Federal BCBS advised that  we are suppose to bill with the PT's name and NPI number as the rendering provider because  patients claim they have to pay the copay of a Specialist office not their  PCP copay. We are not a gereral physician office.

We are contracted with CMS, Medicaid, Tricare, and Premera only. I have gone to the OIG site, AAPC, APTA, Google, CMS, and our state insurance commissioners office and still cannot find a direct answer.  I am hoping some of my fellow coders and billers can please assist me. Thank you.


----------



## airart (Oct 29, 2012)

*Medicare Benefit Policy Manual, Chapter 15*

Have you read Chapter 15?  Either the group NPI or individual NPI may be used on health care claims. However, there are situations where an individual NPI is specifically needed by some health plans to process claims. I used to work for Aetna processing insurance claims and some individual doctors in the practice would not be participating in an Aetna plan, but the group would be.  This really wouldn't matter if the group billed and they were participating, but if the non-participating provider was also listed as the referring phyician for say like a well woman visit, then the claim would be denied.  The health insurance plans are wanting more specific information from providers on who exactly rendered services so that the benefits can be applied correctly to the claim.  It also sounds like they are wanting to track the PT services for those plans who may have a maximum on their plan.  Hope the info below helps or at leasts helps point you in the right way.

Here is the link:  http://www.cms.gov/Regulations-and-Guidance/Guidance/Manuals/Downloads/bp102c15.pdf

I would review:

60.1 - Incident To Physician's Professional Services
230.4 - Services Furnished by a Therapist in Private Practice (TPP) 
230.5 - Physical Therapy, Occupational Therapy and Speech-Language Pathology Services Provided Incident to the Services of Physicians and Non-Physician Practitioners (NPP) 
230.6 - Therapy Services Furnished Under Arrangements With Providers and Clinics 

There is lots of good information on what is covered and how to bill.  Also, found this on the CMS1500 site.
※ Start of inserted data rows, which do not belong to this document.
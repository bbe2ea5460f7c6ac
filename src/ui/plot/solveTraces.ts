/**
 * Figures of the solve panels: residuals obs − calc vs J'' coloured by K'', the correlation
 * matrix heatmap, the combination-difference diagnostic Δ2F/(J+½) vs (J+½)², and the Loomis–Wood
 * heatmap. Pure: results in, {data, layout} out.
 */
import type { Data, Layout } from 'plotly.js';
import type { CombDiffResult } from '../../fit/combinationDifferences';
import type { FitResult } from '../../fit/fitTypes';
import { constantNameHtml } from '../../io/constantName';
import { lineLabelHtml, seriesLabelAscii } from '../../physics/lineLabel';
import type { TopShape } from '../../physics/model';
import type { LoomisGrid } from './loomisWood';
import { bandLadderColour, kColour, ladderColour, plotTheme } from './plotColours';

function baseLayout(isDark: boolean): Partial<Layout> {
  const t = plotTheme(isDark);
  return {
    paper_bgcolor: t.paper,
    plot_bgcolor: t.plot,
    font: { color: t.text, size: 11, family: 'system-ui, sans-serif' },
    margin: { l: 70, r: 14, t: 8, b: 44 },
    hovermode: 'closest',
    showlegend: true,
    legend: { orientation: 'v', font: { size: 10 } },
  };
}

function axis(isDark: boolean, title: string): Partial<Layout['xaxis']> {
  const t = plotTheme(isDark);
  return { title: { text: title }, color: t.text, gridcolor: t.grid, zerolinecolor: t.grid, linecolor: t.grid };
}

/** Marker symbol of each branch ΔJ = −1, 0, +1 (P ◀, Q ●, R ▶): the sub-branches stay apart where their colours are close. */
const BRANCH_SYMBOLS: Record<number, string> = { [-1]: 'triangle-left', 0: 'circle', 1: 'triangle-right' };

/** Drawing classes of the residual plot, in drawing order (flagged lines on top): fitted, excluded, outliers. */
const RESIDUAL_CLASSES = [
  { symbol: (base: string) => base, suffix: '' },
  { symbol: (base: string) => `${base}-open`, suffix: ', excluded' },
  { symbol: () => 'x', suffix: ', outliers' },
] as const;

/**
 * Residual plot: obs − calc (cm^-1) against J'', one legend entry per sub-branch series
 * (^ΔK ΔJ_K''): colour by K'' in the family of ΔK (the ladders' colours on the main plot), marker
 * by branch (P ◀, Q ●, R ▶); excluded lines as open markers, outliers as crosses. One trace per
 * series and class, each with a single marker style (no per-point style arrays, which make plotly
 * style every point on its own) and its hover strings built here; the traces of one series share
 * a legend entry. customdata carries the assignment id for clicks.
 * @param result the fit
 * @param lineIds assignment id of each result line (same order)
 * @param shape rotor shape (labels)
 */
export function residualFigure(
  result: FitResult,
  lineIds: readonly string[],
  shape: TopShape,
  isDark: boolean,
): { data: Data[]; layout: Partial<Layout> } {
  // Lines by series (ΔK, K'', ΔJ) and class: 0 fitted, 1 excluded, 2 outlier.
  const groups = new Map<string, { deltaK: number; kLower: number; deltaJ: number; idx: number[][] }>();
  const lines = result.lines;
  for (let i = 0; i < lines.length; i++) {
    const l = lines[i];
    const deltaK = l.kUpper - l.kLower;
    const deltaJ = l.jUpper - l.jLower;
    const key = `${deltaK}:${l.kLower}:${deltaJ}`;
    let g = groups.get(key);
    if (!g) groups.set(key, (g = { deltaK, kLower: l.kLower, deltaJ, idx: [[], [], []] }));
    g.idx[l.isOutlier ? 2 : l.isExcluded ? 1 : 0].push(i);
  }
  // Legend order as the ladders: ΔK descending, K'', branch.
  const series = [...groups.values()].sort((a, b) => b.deltaK - a.deltaK || a.kLower - b.kLower || a.deltaJ - b.deltaJ);
  const data: Data[] = [];
  for (const g of series) {
    const colour = ladderColour(g.deltaK, g.kLower, isDark);
    const name = seriesLabelAscii(g.deltaK, g.deltaJ, g.kLower, shape);
    const base = BRANCH_SYMBOLS[g.deltaJ] ?? 'circle';
    let isFirst = true;
    g.idx.forEach((idx, c) => {
      if (idx.length === 0) return;
      const n = idx.length;
      const x = new Array<number>(n);
      const y = new Array<number>(n);
      const ids = new Array<string>(n);
      const text = new Array<string>(n);
      for (let m = 0; m < n; m++) {
        const i = idx[m];
        const l = lines[i];
        x[m] = l.jLower;
        y[m] = l.obsMinusCalc;
        ids[m] = lineIds[i];
        text[m] =
          `${lineLabelHtml(l.kUpper - l.kLower, l.jUpper - l.jLower, l.kLower, l.jLower, shape)}<br>obs − calc ${l.obsMinusCalc.toExponential(2)} cm⁻¹<br>${l.normalisedResidual.toFixed(2)} σ${l.isExcluded ? '<br>excluded' : ''}${l.isOutlier ? '<br>outlier' : ''}`;
      }
      data.push({
        type: 'scatter',
        mode: 'markers',
        name: isFirst ? name : `${name}${RESIDUAL_CLASSES[c].suffix}`,
        legendgroup: `s${g.deltaK}:${g.kLower}:${g.deltaJ}`,
        showlegend: isFirst,
        x,
        y,
        customdata: ids,
        hovertext: text,
        hovertemplate: '%{hovertext}<extra></extra>',
        marker: { color: colour, size: 7, symbol: RESIDUAL_CLASSES[c].symbol(base) },
      } as Data);
      isFirst = false;
    });
  }
  return {
    data,
    layout: {
      ...baseLayout(isDark),
      legend: { orientation: 'v', font: { size: 10 }, title: { text: 'sub-branch<br>◀ P ● Q ▶ R' } },
      xaxis: axis(isDark, 'J″'),
      yaxis: { ...axis(isDark, 'obs − calc / cm⁻¹'), exponentformat: 'e' },
    },
  };
}

/**
 * Residual plot of a joint fit: obs − calc (cm^-1) against J'', one legend entry per band, each
 * band in its colour family (the ladders' and band switches' colours: index in `bandKeys`), marker
 * by branch (P ◀, Q ●, R ▶); excluded lines as open markers, outliers as crosses. Lines whose band
 * is not in `bandKeys` are drawn under "other". customdata carries the assignment id for clicks.
 * @param result the fit (its lines carry `band` and `species`)
 * @param lineIds assignment id of each result line (same order)
 * @param bandKeys "species/band" of every band, in the system's order
 */
export function residualFigureBands(
  result: FitResult,
  lineIds: readonly string[],
  bandKeys: readonly string[],
  shape: TopShape,
  isDark: boolean,
): { data: Data[]; layout: Partial<Layout> } {
  const lines = result.lines as (FitResult['lines'][number] & { band?: string; species?: string })[];
  const bandIndexOf = new Map(bandKeys.map((k, i) => [k, i]));
  // Lines by band, branch and class.
  const groups = new Map<string, { bandIndex: number; name: string; deltaJ: number; idx: number[][] }>();
  for (let i = 0; i < lines.length; i++) {
    const l = lines[i];
    const key = l.band !== undefined && l.species !== undefined ? `${l.species}/${l.band}` : '';
    const b = bandIndexOf.get(key) ?? -1;
    const deltaJ = l.jUpper - l.jLower;
    const g0 = `${b}:${deltaJ}`;
    let g = groups.get(g0);
    if (!g) groups.set(g0, (g = { bandIndex: b, name: b >= 0 ? `${l.band} (${l.species})` : 'other', deltaJ, idx: [[], [], []] }));
    g.idx[l.isOutlier ? 2 : l.isExcluded ? 1 : 0].push(i);
  }
  const series = [...groups.values()].sort((a, b) => a.bandIndex - b.bandIndex || a.deltaJ - b.deltaJ);
  const data: Data[] = [];
  const shown = new Set<number>();
  for (const g of series) {
    const colour = g.bandIndex >= 0 ? bandLadderColour(g.bandIndex, 0, 1, isDark) : plotTheme(isDark).text;
    const base = BRANCH_SYMBOLS[g.deltaJ] ?? 'circle';
    g.idx.forEach((idx, c) => {
      if (idx.length === 0) return;
      const n = idx.length;
      const x = new Array<number>(n);
      const y = new Array<number>(n);
      const ids = new Array<string>(n);
      const text = new Array<string>(n);
      for (let m = 0; m < n; m++) {
        const i = idx[m];
        const l = lines[i];
        x[m] = l.jLower;
        y[m] = l.obsMinusCalc;
        ids[m] = lineIds[i];
        text[m] =
          `${g.name}: ${lineLabelHtml(l.kUpper - l.kLower, l.jUpper - l.jLower, l.kLower, l.jLower, shape)}<br>obs − calc ${l.obsMinusCalc.toExponential(2)} cm⁻¹<br>${l.normalisedResidual.toFixed(2)} σ${l.isExcluded ? '<br>excluded' : ''}${l.isOutlier ? '<br>outlier' : ''}`;
      }
      const isFirst = !shown.has(g.bandIndex);
      shown.add(g.bandIndex);
      data.push({
        type: 'scatter',
        mode: 'markers',
        name: g.name,
        legendgroup: `b${g.bandIndex}`,
        showlegend: isFirst,
        x,
        y,
        customdata: ids,
        hovertext: text,
        hovertemplate: '%{hovertext}<extra></extra>',
        marker: { color: colour, size: 7, symbol: RESIDUAL_CLASSES[c].symbol(base) },
      } as Data);
    });
  }
  return {
    data,
    layout: {
      ...baseLayout(isDark),
      legend: { orientation: 'v', font: { size: 10 }, title: { text: 'band<br>◀ P ● Q ▶ R' } },
      xaxis: axis(isDark, 'J″'),
      yaxis: { ...axis(isDark, 'obs − calc / cm⁻¹'), exponentformat: 'e' },
    },
  };
}

/** Diverging colour scale for correlations −1 … +1 (blue – neutral – red). */
const CORRELATION_SCALE: [number, string][] = [
  [0, '#2a5fa8'],
  [0.25, '#7ea6d9'],
  [0.5, '#f2f2f2'],
  [0.75, '#e08a7a'],
  [1, '#b3261e'],
];

/**
 * Correlation matrix heatmap of the floated constants (zmin −1, zmax +1), values printed in cells;
 * the constants named as the trade writes them (D<sub>J</sub>″), not by their file keys.
 * @param result the fit
 */
export function correlationFigure(result: FitResult, isDark: boolean): { data: Data[]; layout: Partial<Layout> } {
  const keys = result.floated.map((k) => constantNameHtml(k));
  const n = keys.length;
  const z = result.correlation.map((row) => [...row]);
  const text = z.map((row) => row.map((v) => v.toFixed(2)));
  return {
    data: [
      {
        type: 'heatmap',
        x: keys,
        y: keys,
        z,
        zmin: -1,
        zmax: 1,
        colorscale: CORRELATION_SCALE,
        text: text as unknown as string[],
        texttemplate: n <= 12 ? '%{text}' : '',
        hovertemplate: '%{y} / %{x}: %{z:.4f}<extra></extra>',
        colorbar: { thickness: 10, len: 0.9 },
      } as Data,
    ],
    layout: {
      ...baseLayout(isDark),
      showlegend: false,
      margin: { l: 90, r: 10, t: 8, b: 80 },
      xaxis: { ...axis(isDark, ''), tickangle: -40, automargin: true },
      yaxis: { ...axis(isDark, ''), autorange: 'reversed', automargin: true },
    },
  };
}

/**
 * Combination-difference diagnostic: Δ2F/(J+½) (cm^-1) vs (J+½)², one trace per K with its
 * fitted line 4B − 8DJ((J+½)²+¾) − 4DJK K²; suspect pairs as crosses.
 * Source: Herzberg I (1950) ch. III (the line's intercept is ≈ 4B, its slope −8DJ).
 * @param result the analysis
 */
export function combinationFigure(result: CombDiffResult, isDark: boolean): { data: Data[]; layout: Partial<Layout> } {
  const byK = new Map<number, number[]>();
  result.pairs.forEach((p, i) => {
    const list = byK.get(p.k) ?? [];
    list.push(i);
    byK.set(p.k, list);
  });
  const data: Data[] = [];
  const suspect = new Set(result.suspects);
  const B = result.B.value;
  const DJ = result.DJ.value;
  const DJK = result.DJK.value;
  for (const k of [...byK.keys()].sort((a, b) => a - b)) {
    const idx = byK.get(k)!;
    const colour = kColour(k, isDark);
    data.push({
      type: 'scatter',
      mode: 'markers',
      name: `K=${k}`,
      legendgroup: `k${k}`,
      x: idx.map((i) => result.pairs[i].x),
      y: idx.map((i) => result.pairs[i].y),
      error_y: { type: 'data', array: idx.map((i) => result.pairs[i].sigmaY), visible: true, color: colour, thickness: 1, width: 2 },
      hovertext: idx.map((i) => {
        const p = result.pairs[i];
        return `J=${p.j}, K=${p.k}<br>Δ₂F ${p.differenceCm1.toFixed(5)} cm⁻¹<br>${p.normalisedResidual.toFixed(2)} σ${p.isSuspect ? '<br>suspect pair' : ''}`;
      }),
      hovertemplate: '%{hovertext}<extra></extra>',
      marker: { color: colour, size: 7, symbol: idx.map((i) => (suspect.has(i) ? 'x' : 'circle')) },
    } as Data);
    const xs = idx.map((i) => result.pairs[i].x);
    const x0 = Math.min(...xs);
    const x1 = Math.max(...xs);
    const line = (x: number) => 4 * B - 8 * DJ * (x + 0.75) - 4 * DJK * k * k;
    data.push({
      type: 'scatter',
      mode: 'lines',
      name: `fit K=${k}`,
      legendgroup: `k${k}`,
      showlegend: false,
      x: [x0, x1],
      y: [line(x0), line(x1)],
      line: { color: colour, width: 1, dash: 'dot' },
      hoverinfo: 'skip',
    } as Data);
  }
  return {
    data,
    layout: { ...baseLayout(isDark), xaxis: axis(isDark, '(J + ½)²'), yaxis: axis(isDark, 'Δ₂F / (J + ½) / cm⁻¹') },
  };
}

/** Markers of assigned lines in the Loomis–Wood diagram: offset obs − predicted vs J''. */
export interface LoomisMarks {
  offsetCm1: number[];
  jLower: number[];
  text: string[];
}

/**
 * Loomis–Wood heatmap: strips (rows, J'') of absorbance around each predicted rung; assigned lines
 * as markers at their offset; a dotted line at offset 0.
 * @param grid from loomisWoodGrid
 * @param marks assigned lines of the series
 */
export function loomisFigure(grid: LoomisGrid, marks: LoomisMarks, isDark: boolean): { data: Data[]; layout: Partial<Layout> } {
  const t = plotTheme(isDark);
  return {
    data: [
      {
        type: 'heatmap',
        x: grid.offsetCm1,
        y: grid.jLower,
        z: grid.z,
        colorscale: isDark
          ? [
              [0, '#10141a'],
              [1, '#f4f7fb'],
            ]
          : [
              [0, '#ffffff'],
              [1, '#11161d'],
            ],
        colorbar: { thickness: 10, title: { text: 'A' } },
        customdata: grid.z.map((row, r) => row.map(() => grid.centreCm1[r])) as unknown as number[][],
        hovertemplate: 'J″=%{y}, offset %{x:.4f} cm⁻¹<br>absorbance %{z:.3f}<extra></extra>',
        meta: { kind: 'loomis' },
      } as Data,
      {
        type: 'scatter',
        mode: 'markers',
        name: 'assigned',
        x: marks.offsetCm1,
        y: marks.jLower,
        hovertext: marks.text,
        hovertemplate: '%{hovertext}<extra></extra>',
        marker: { color: t.assigned, size: 9, symbol: 'circle-open', line: { width: 2, color: t.assigned } },
        meta: { kind: 'loomis-marks' },
      } as Data,
    ],
    layout: {
      ...baseLayout(isDark),
      showlegend: false,
      xaxis: axis(isDark, 'offset from prediction / cm⁻¹'),
      yaxis: { ...axis(isDark, 'J″'), dtick: 5 },
      shapes: [{ type: 'line', xref: 'x', yref: 'paper', x0: 0, x1: 0, y0: 0, y1: 1, line: { color: t.cursor, width: 1, dash: 'dot' } }],
    },
  };
}
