/**
 * Small radix-2 fast Fourier transforms for the tail convolution of spectrumSynthesize.
 * Convention: forward X[k] = Σ_n x[n] e^{−2πi kn/N}; the inverse carries the 1/N factor.
 * Complex data are interleaved [re0, im0, re1, im1, …]. Real transforms work in place in the
 * packed layout x[0] = Re X[0], x[1] = Re X[N/2], x[2k], x[2k+1] = Re, Im X[k] for 0 < k < N/2,
 * so a length-N real convolution needs only N doubles of data plus the twiddle table.
 * Source: J. W. Cooley and J. W. Tukey, Math. Comp. 19, 297 (1965) (iterative decimation in time
 * with bit reversal); real-input packing as in W. H. Press et al., Numerical Recipes, 3rd ed. (2007),
 * §12.3.2 ("FFT of a single real function").
 */

function checkPow2(fn: string, what: string, n: number): void {
  if (!Number.isInteger(n) || n < 1 || (n & (n - 1)) !== 0) {
    throw new RangeError(`${fn}: ${what} must be a power of two >= 1, got ${n}`);
  }
}

/**
 * Twiddle table e^{−2πik/N} for k = 0 … N/2 − 1, interleaved (cos, −sin), for transforms of real
 * length N (and complex length N/2 or less). Filled from one octant by symmetry, so only N/8 sines
 * and cosines are evaluated.
 * @param n real transform length N (power of two ≥ 2)
 * @returns Float64Array of length N
 */
export function spectrumFftTwiddles(n: number): Float64Array {
  checkPow2('spectrumFftTwiddles', 'n', n);
  if (n < 2) throw new RangeError(`spectrumFftTwiddles: n must be >= 2, got ${n}`);
  const half = n >> 1;
  const w = new Float64Array(n);
  const put = (k: number, c: number, s: number): void => {
    if (k < half) {
      w[2 * k] = c;
      w[2 * k + 1] = -s;
    }
  };
  const q = n >> 2;
  const e = n >> 3;
  for (let k = 0; k <= Math.max(e, 0); k++) {
    const a = (2 * Math.PI * k) / n;
    const c = Math.cos(a);
    const s = Math.sin(a);
    put(k, c, s);
    if (q > 0) put(q - k, s, c); // angle π/2 − a
    if (q > 0) put(q + k, -s, c); // angle π/2 + a
    put(half - k, -c, s); // angle π − a
  }
  if (n === 2) put(0, 1, 0);
  return w;
}

/**
 * In-place complex FFT of interleaved data of complex length L (a power of two).
 * Source: Cooley & Tukey (1965), radix-2 decimation in time.
 * @param data interleaved complex values, length 2L (overwritten with the transform)
 * @param inverse true for the inverse transform (includes the 1/L factor)
 * @param twiddles optional table from spectrumFftTwiddles(M) with M ≥ 2L (M a power of two)
 */
export function spectrumFftComplex(data: Float64Array, inverse = false, twiddles?: Float64Array): void {
  const n = data.length >> 1;
  if (data.length !== 2 * n) throw new RangeError(`spectrumFftComplex: data length must be even, got ${data.length}`);
  checkPow2('spectrumFftComplex', 'complex length', n);
  if (n === 1) return;
  const tw = twiddles ?? spectrumFftTwiddles(2 * n);
  const twN = tw.length; // = M, table holds e^{−2πik/M}, k < M/2
  if (twN < 2 * n || (twN & (twN - 1)) !== 0) {
    throw new RangeError(`spectrumFftComplex: twiddle table for length ${twN} is too short for ${n} points`);
  }
  for (let i = 1, j = 0; i < n; i++) {
    let bit = n >> 1;
    for (; j & bit; bit >>= 1) j ^= bit;
    j ^= bit;
    if (i < j) {
      const a = 2 * i;
      const b = 2 * j;
      let t = data[a];
      data[a] = data[b];
      data[b] = t;
      t = data[a + 1];
      data[a + 1] = data[b + 1];
      data[b + 1] = t;
    }
  }
  const sign = inverse ? -1 : 1;
  for (let len = 2; len <= n; len <<= 1) {
    const h = len >> 1;
    // e^{−2πik/len} = table entry k·(M/len).
    const stride = twN / len;
    for (let start = 0; start < n; start += len) {
      for (let k = 0; k < h; k++) {
        const t = 2 * k * stride;
        const wr = tw[t];
        const wi = sign * tw[t + 1];
        const a = 2 * (start + k);
        const b = a + 2 * h;
        const br = data[b];
        const bi = data[b + 1];
        const xr = br * wr - bi * wi;
        const xi = br * wi + bi * wr;
        data[b] = data[a] - xr;
        data[b + 1] = data[a + 1] - xi;
        data[a] += xr;
        data[a + 1] += xi;
      }
    }
  }
  if (inverse) {
    const s = 1 / n;
    for (let i = 0; i < 2 * n; i++) data[i] *= s;
  }
}

/**
 * In-place FFT of a real sequence of power-of-two length N ≥ 2, result in the packed layout
 * (module comment), via one complex FFT of length N/2.
 * Source: Press et al., Numerical Recipes 3rd ed. (2007) §12.3.2 (section and equation numbers from memory).
 * @param x real input of length N, overwritten with the packed half spectrum
 * @param twiddles optional table from spectrumFftTwiddles(N)
 */
export function spectrumFftReal(x: Float64Array, twiddles?: Float64Array): void {
  const n = x.length;
  checkPow2('spectrumFftReal', 'length', n);
  if (n < 2) throw new RangeError(`spectrumFftReal: length must be >= 2, got ${n}`);
  const tw = twiddles ?? spectrumFftTwiddles(n);
  if (tw.length !== n) throw new RangeError(`spectrumFftReal: twiddle table is for length ${tw.length}, data ${n}`);
  const m = n >> 1;
  spectrumFftComplex(x, false, tw);
  // k = 0 and k = m from Z[0]: X[0] = Re Z0 + Im Z0, X[m] = Re Z0 − Im Z0.
  const z0r = x[0];
  const z0i = x[1];
  x[0] = z0r + z0i;
  x[1] = z0r - z0i;
  for (let k = 1; 2 * k <= m; k++) {
    const kk = m - k;
    const ar = x[2 * k];
    const ai = x[2 * k + 1];
    const br = x[2 * kk];
    const bi = x[2 * kk + 1];
    // E[k] = (Z[k] + conj Z[m−k])/2, O[k] = (Z[k] − conj Z[m−k])/(2i), X[k] = E + W^k O.
    const er = 0.5 * (ar + br);
    const ei = 0.5 * (ai - bi);
    const or = 0.5 * (ai + bi);
    const oi = -0.5 * (ar - br);
    const wr = tw[2 * k];
    const wi = tw[2 * k + 1];
    const tr = or * wr - oi * wi;
    const ti = or * wi + oi * wr;
    // X[m−k] = conj(E[k]) − conj(W^k O[k]) (since W^{m−k} = −conj W^k and E, O are Hermitian).
    x[2 * k] = er + tr;
    x[2 * k + 1] = ei + ti;
    x[2 * kk] = er - tr;
    x[2 * kk + 1] = -(ei - ti);
  }
}

/**
 * In-place inverse of spectrumFftReal: packed half spectrum in, real sequence of length N out.
 * Source: Press et al., Numerical Recipes 3rd ed. (2007) §12.3.2.
 * @param x packed half spectrum of length N (power of two ≥ 2), overwritten with the sequence
 * @param twiddles optional table from spectrumFftTwiddles(N)
 */
export function spectrumFftRealInverse(x: Float64Array, twiddles?: Float64Array): void {
  const n = x.length;
  checkPow2('spectrumFftRealInverse', 'length', n);
  if (n < 2) throw new RangeError(`spectrumFftRealInverse: length must be >= 2, got ${n}`);
  const tw = twiddles ?? spectrumFftTwiddles(n);
  if (tw.length !== n) {
    throw new RangeError(`spectrumFftRealInverse: twiddle table is for length ${tw.length}, data ${n}`);
  }
  const m = n >> 1;
  // Z[0] = E[0] + i O[0] with E[0] = (X0 + Xm)/2, O[0] = (X0 − Xm)/2.
  const x0 = x[0];
  const xm = x[1];
  x[0] = 0.5 * (x0 + xm);
  x[1] = 0.5 * (x0 - xm);
  for (let k = 1; 2 * k <= m; k++) {
    const kk = m - k;
    const ar = x[2 * k];
    const ai = x[2 * k + 1];
    const br = x[2 * kk];
    const bi = -x[2 * kk + 1]; // conj X[m−k]
    const er = 0.5 * (ar + br);
    const ei = 0.5 * (ai + bi);
    // O[k] = (X[k] − conj X[m−k]) · conj(W^k) / 2
    const dr = 0.5 * (ar - br);
    const di = 0.5 * (ai - bi);
    const wr = tw[2 * k];
    const wi = -tw[2 * k + 1];
    const or = dr * wr - di * wi;
    const oi = dr * wi + di * wr;
    // Z[k] = E[k] + i O[k];  Z[m−k] = conj E[k] + i conj O[k]
    x[2 * k] = er - oi;
    x[2 * k + 1] = ei + or;
    x[2 * kk] = er + oi;
    x[2 * kk + 1] = -ei + or;
  }
  spectrumFftComplex(x, true, tw);
}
Box 17 - The following services/situations require the submission of the referring/ordering provider information:  When a service is incident to the service of a physician or non-physician practitioner, the name of the physician or non-physician practitioner who performs the initial service and orders the non-physician service must appear in item 17;

Item 17b Form CMS-1500 – Enter the NPI of the referring/ordering physician listed in item 17. All physicians who order services or refer Medicare beneficiaries must report this data.

NOTE: Effective May 23, 2008, 17a is not to be reported but 17b MUST be reported when a service was ordered or referred by a physician.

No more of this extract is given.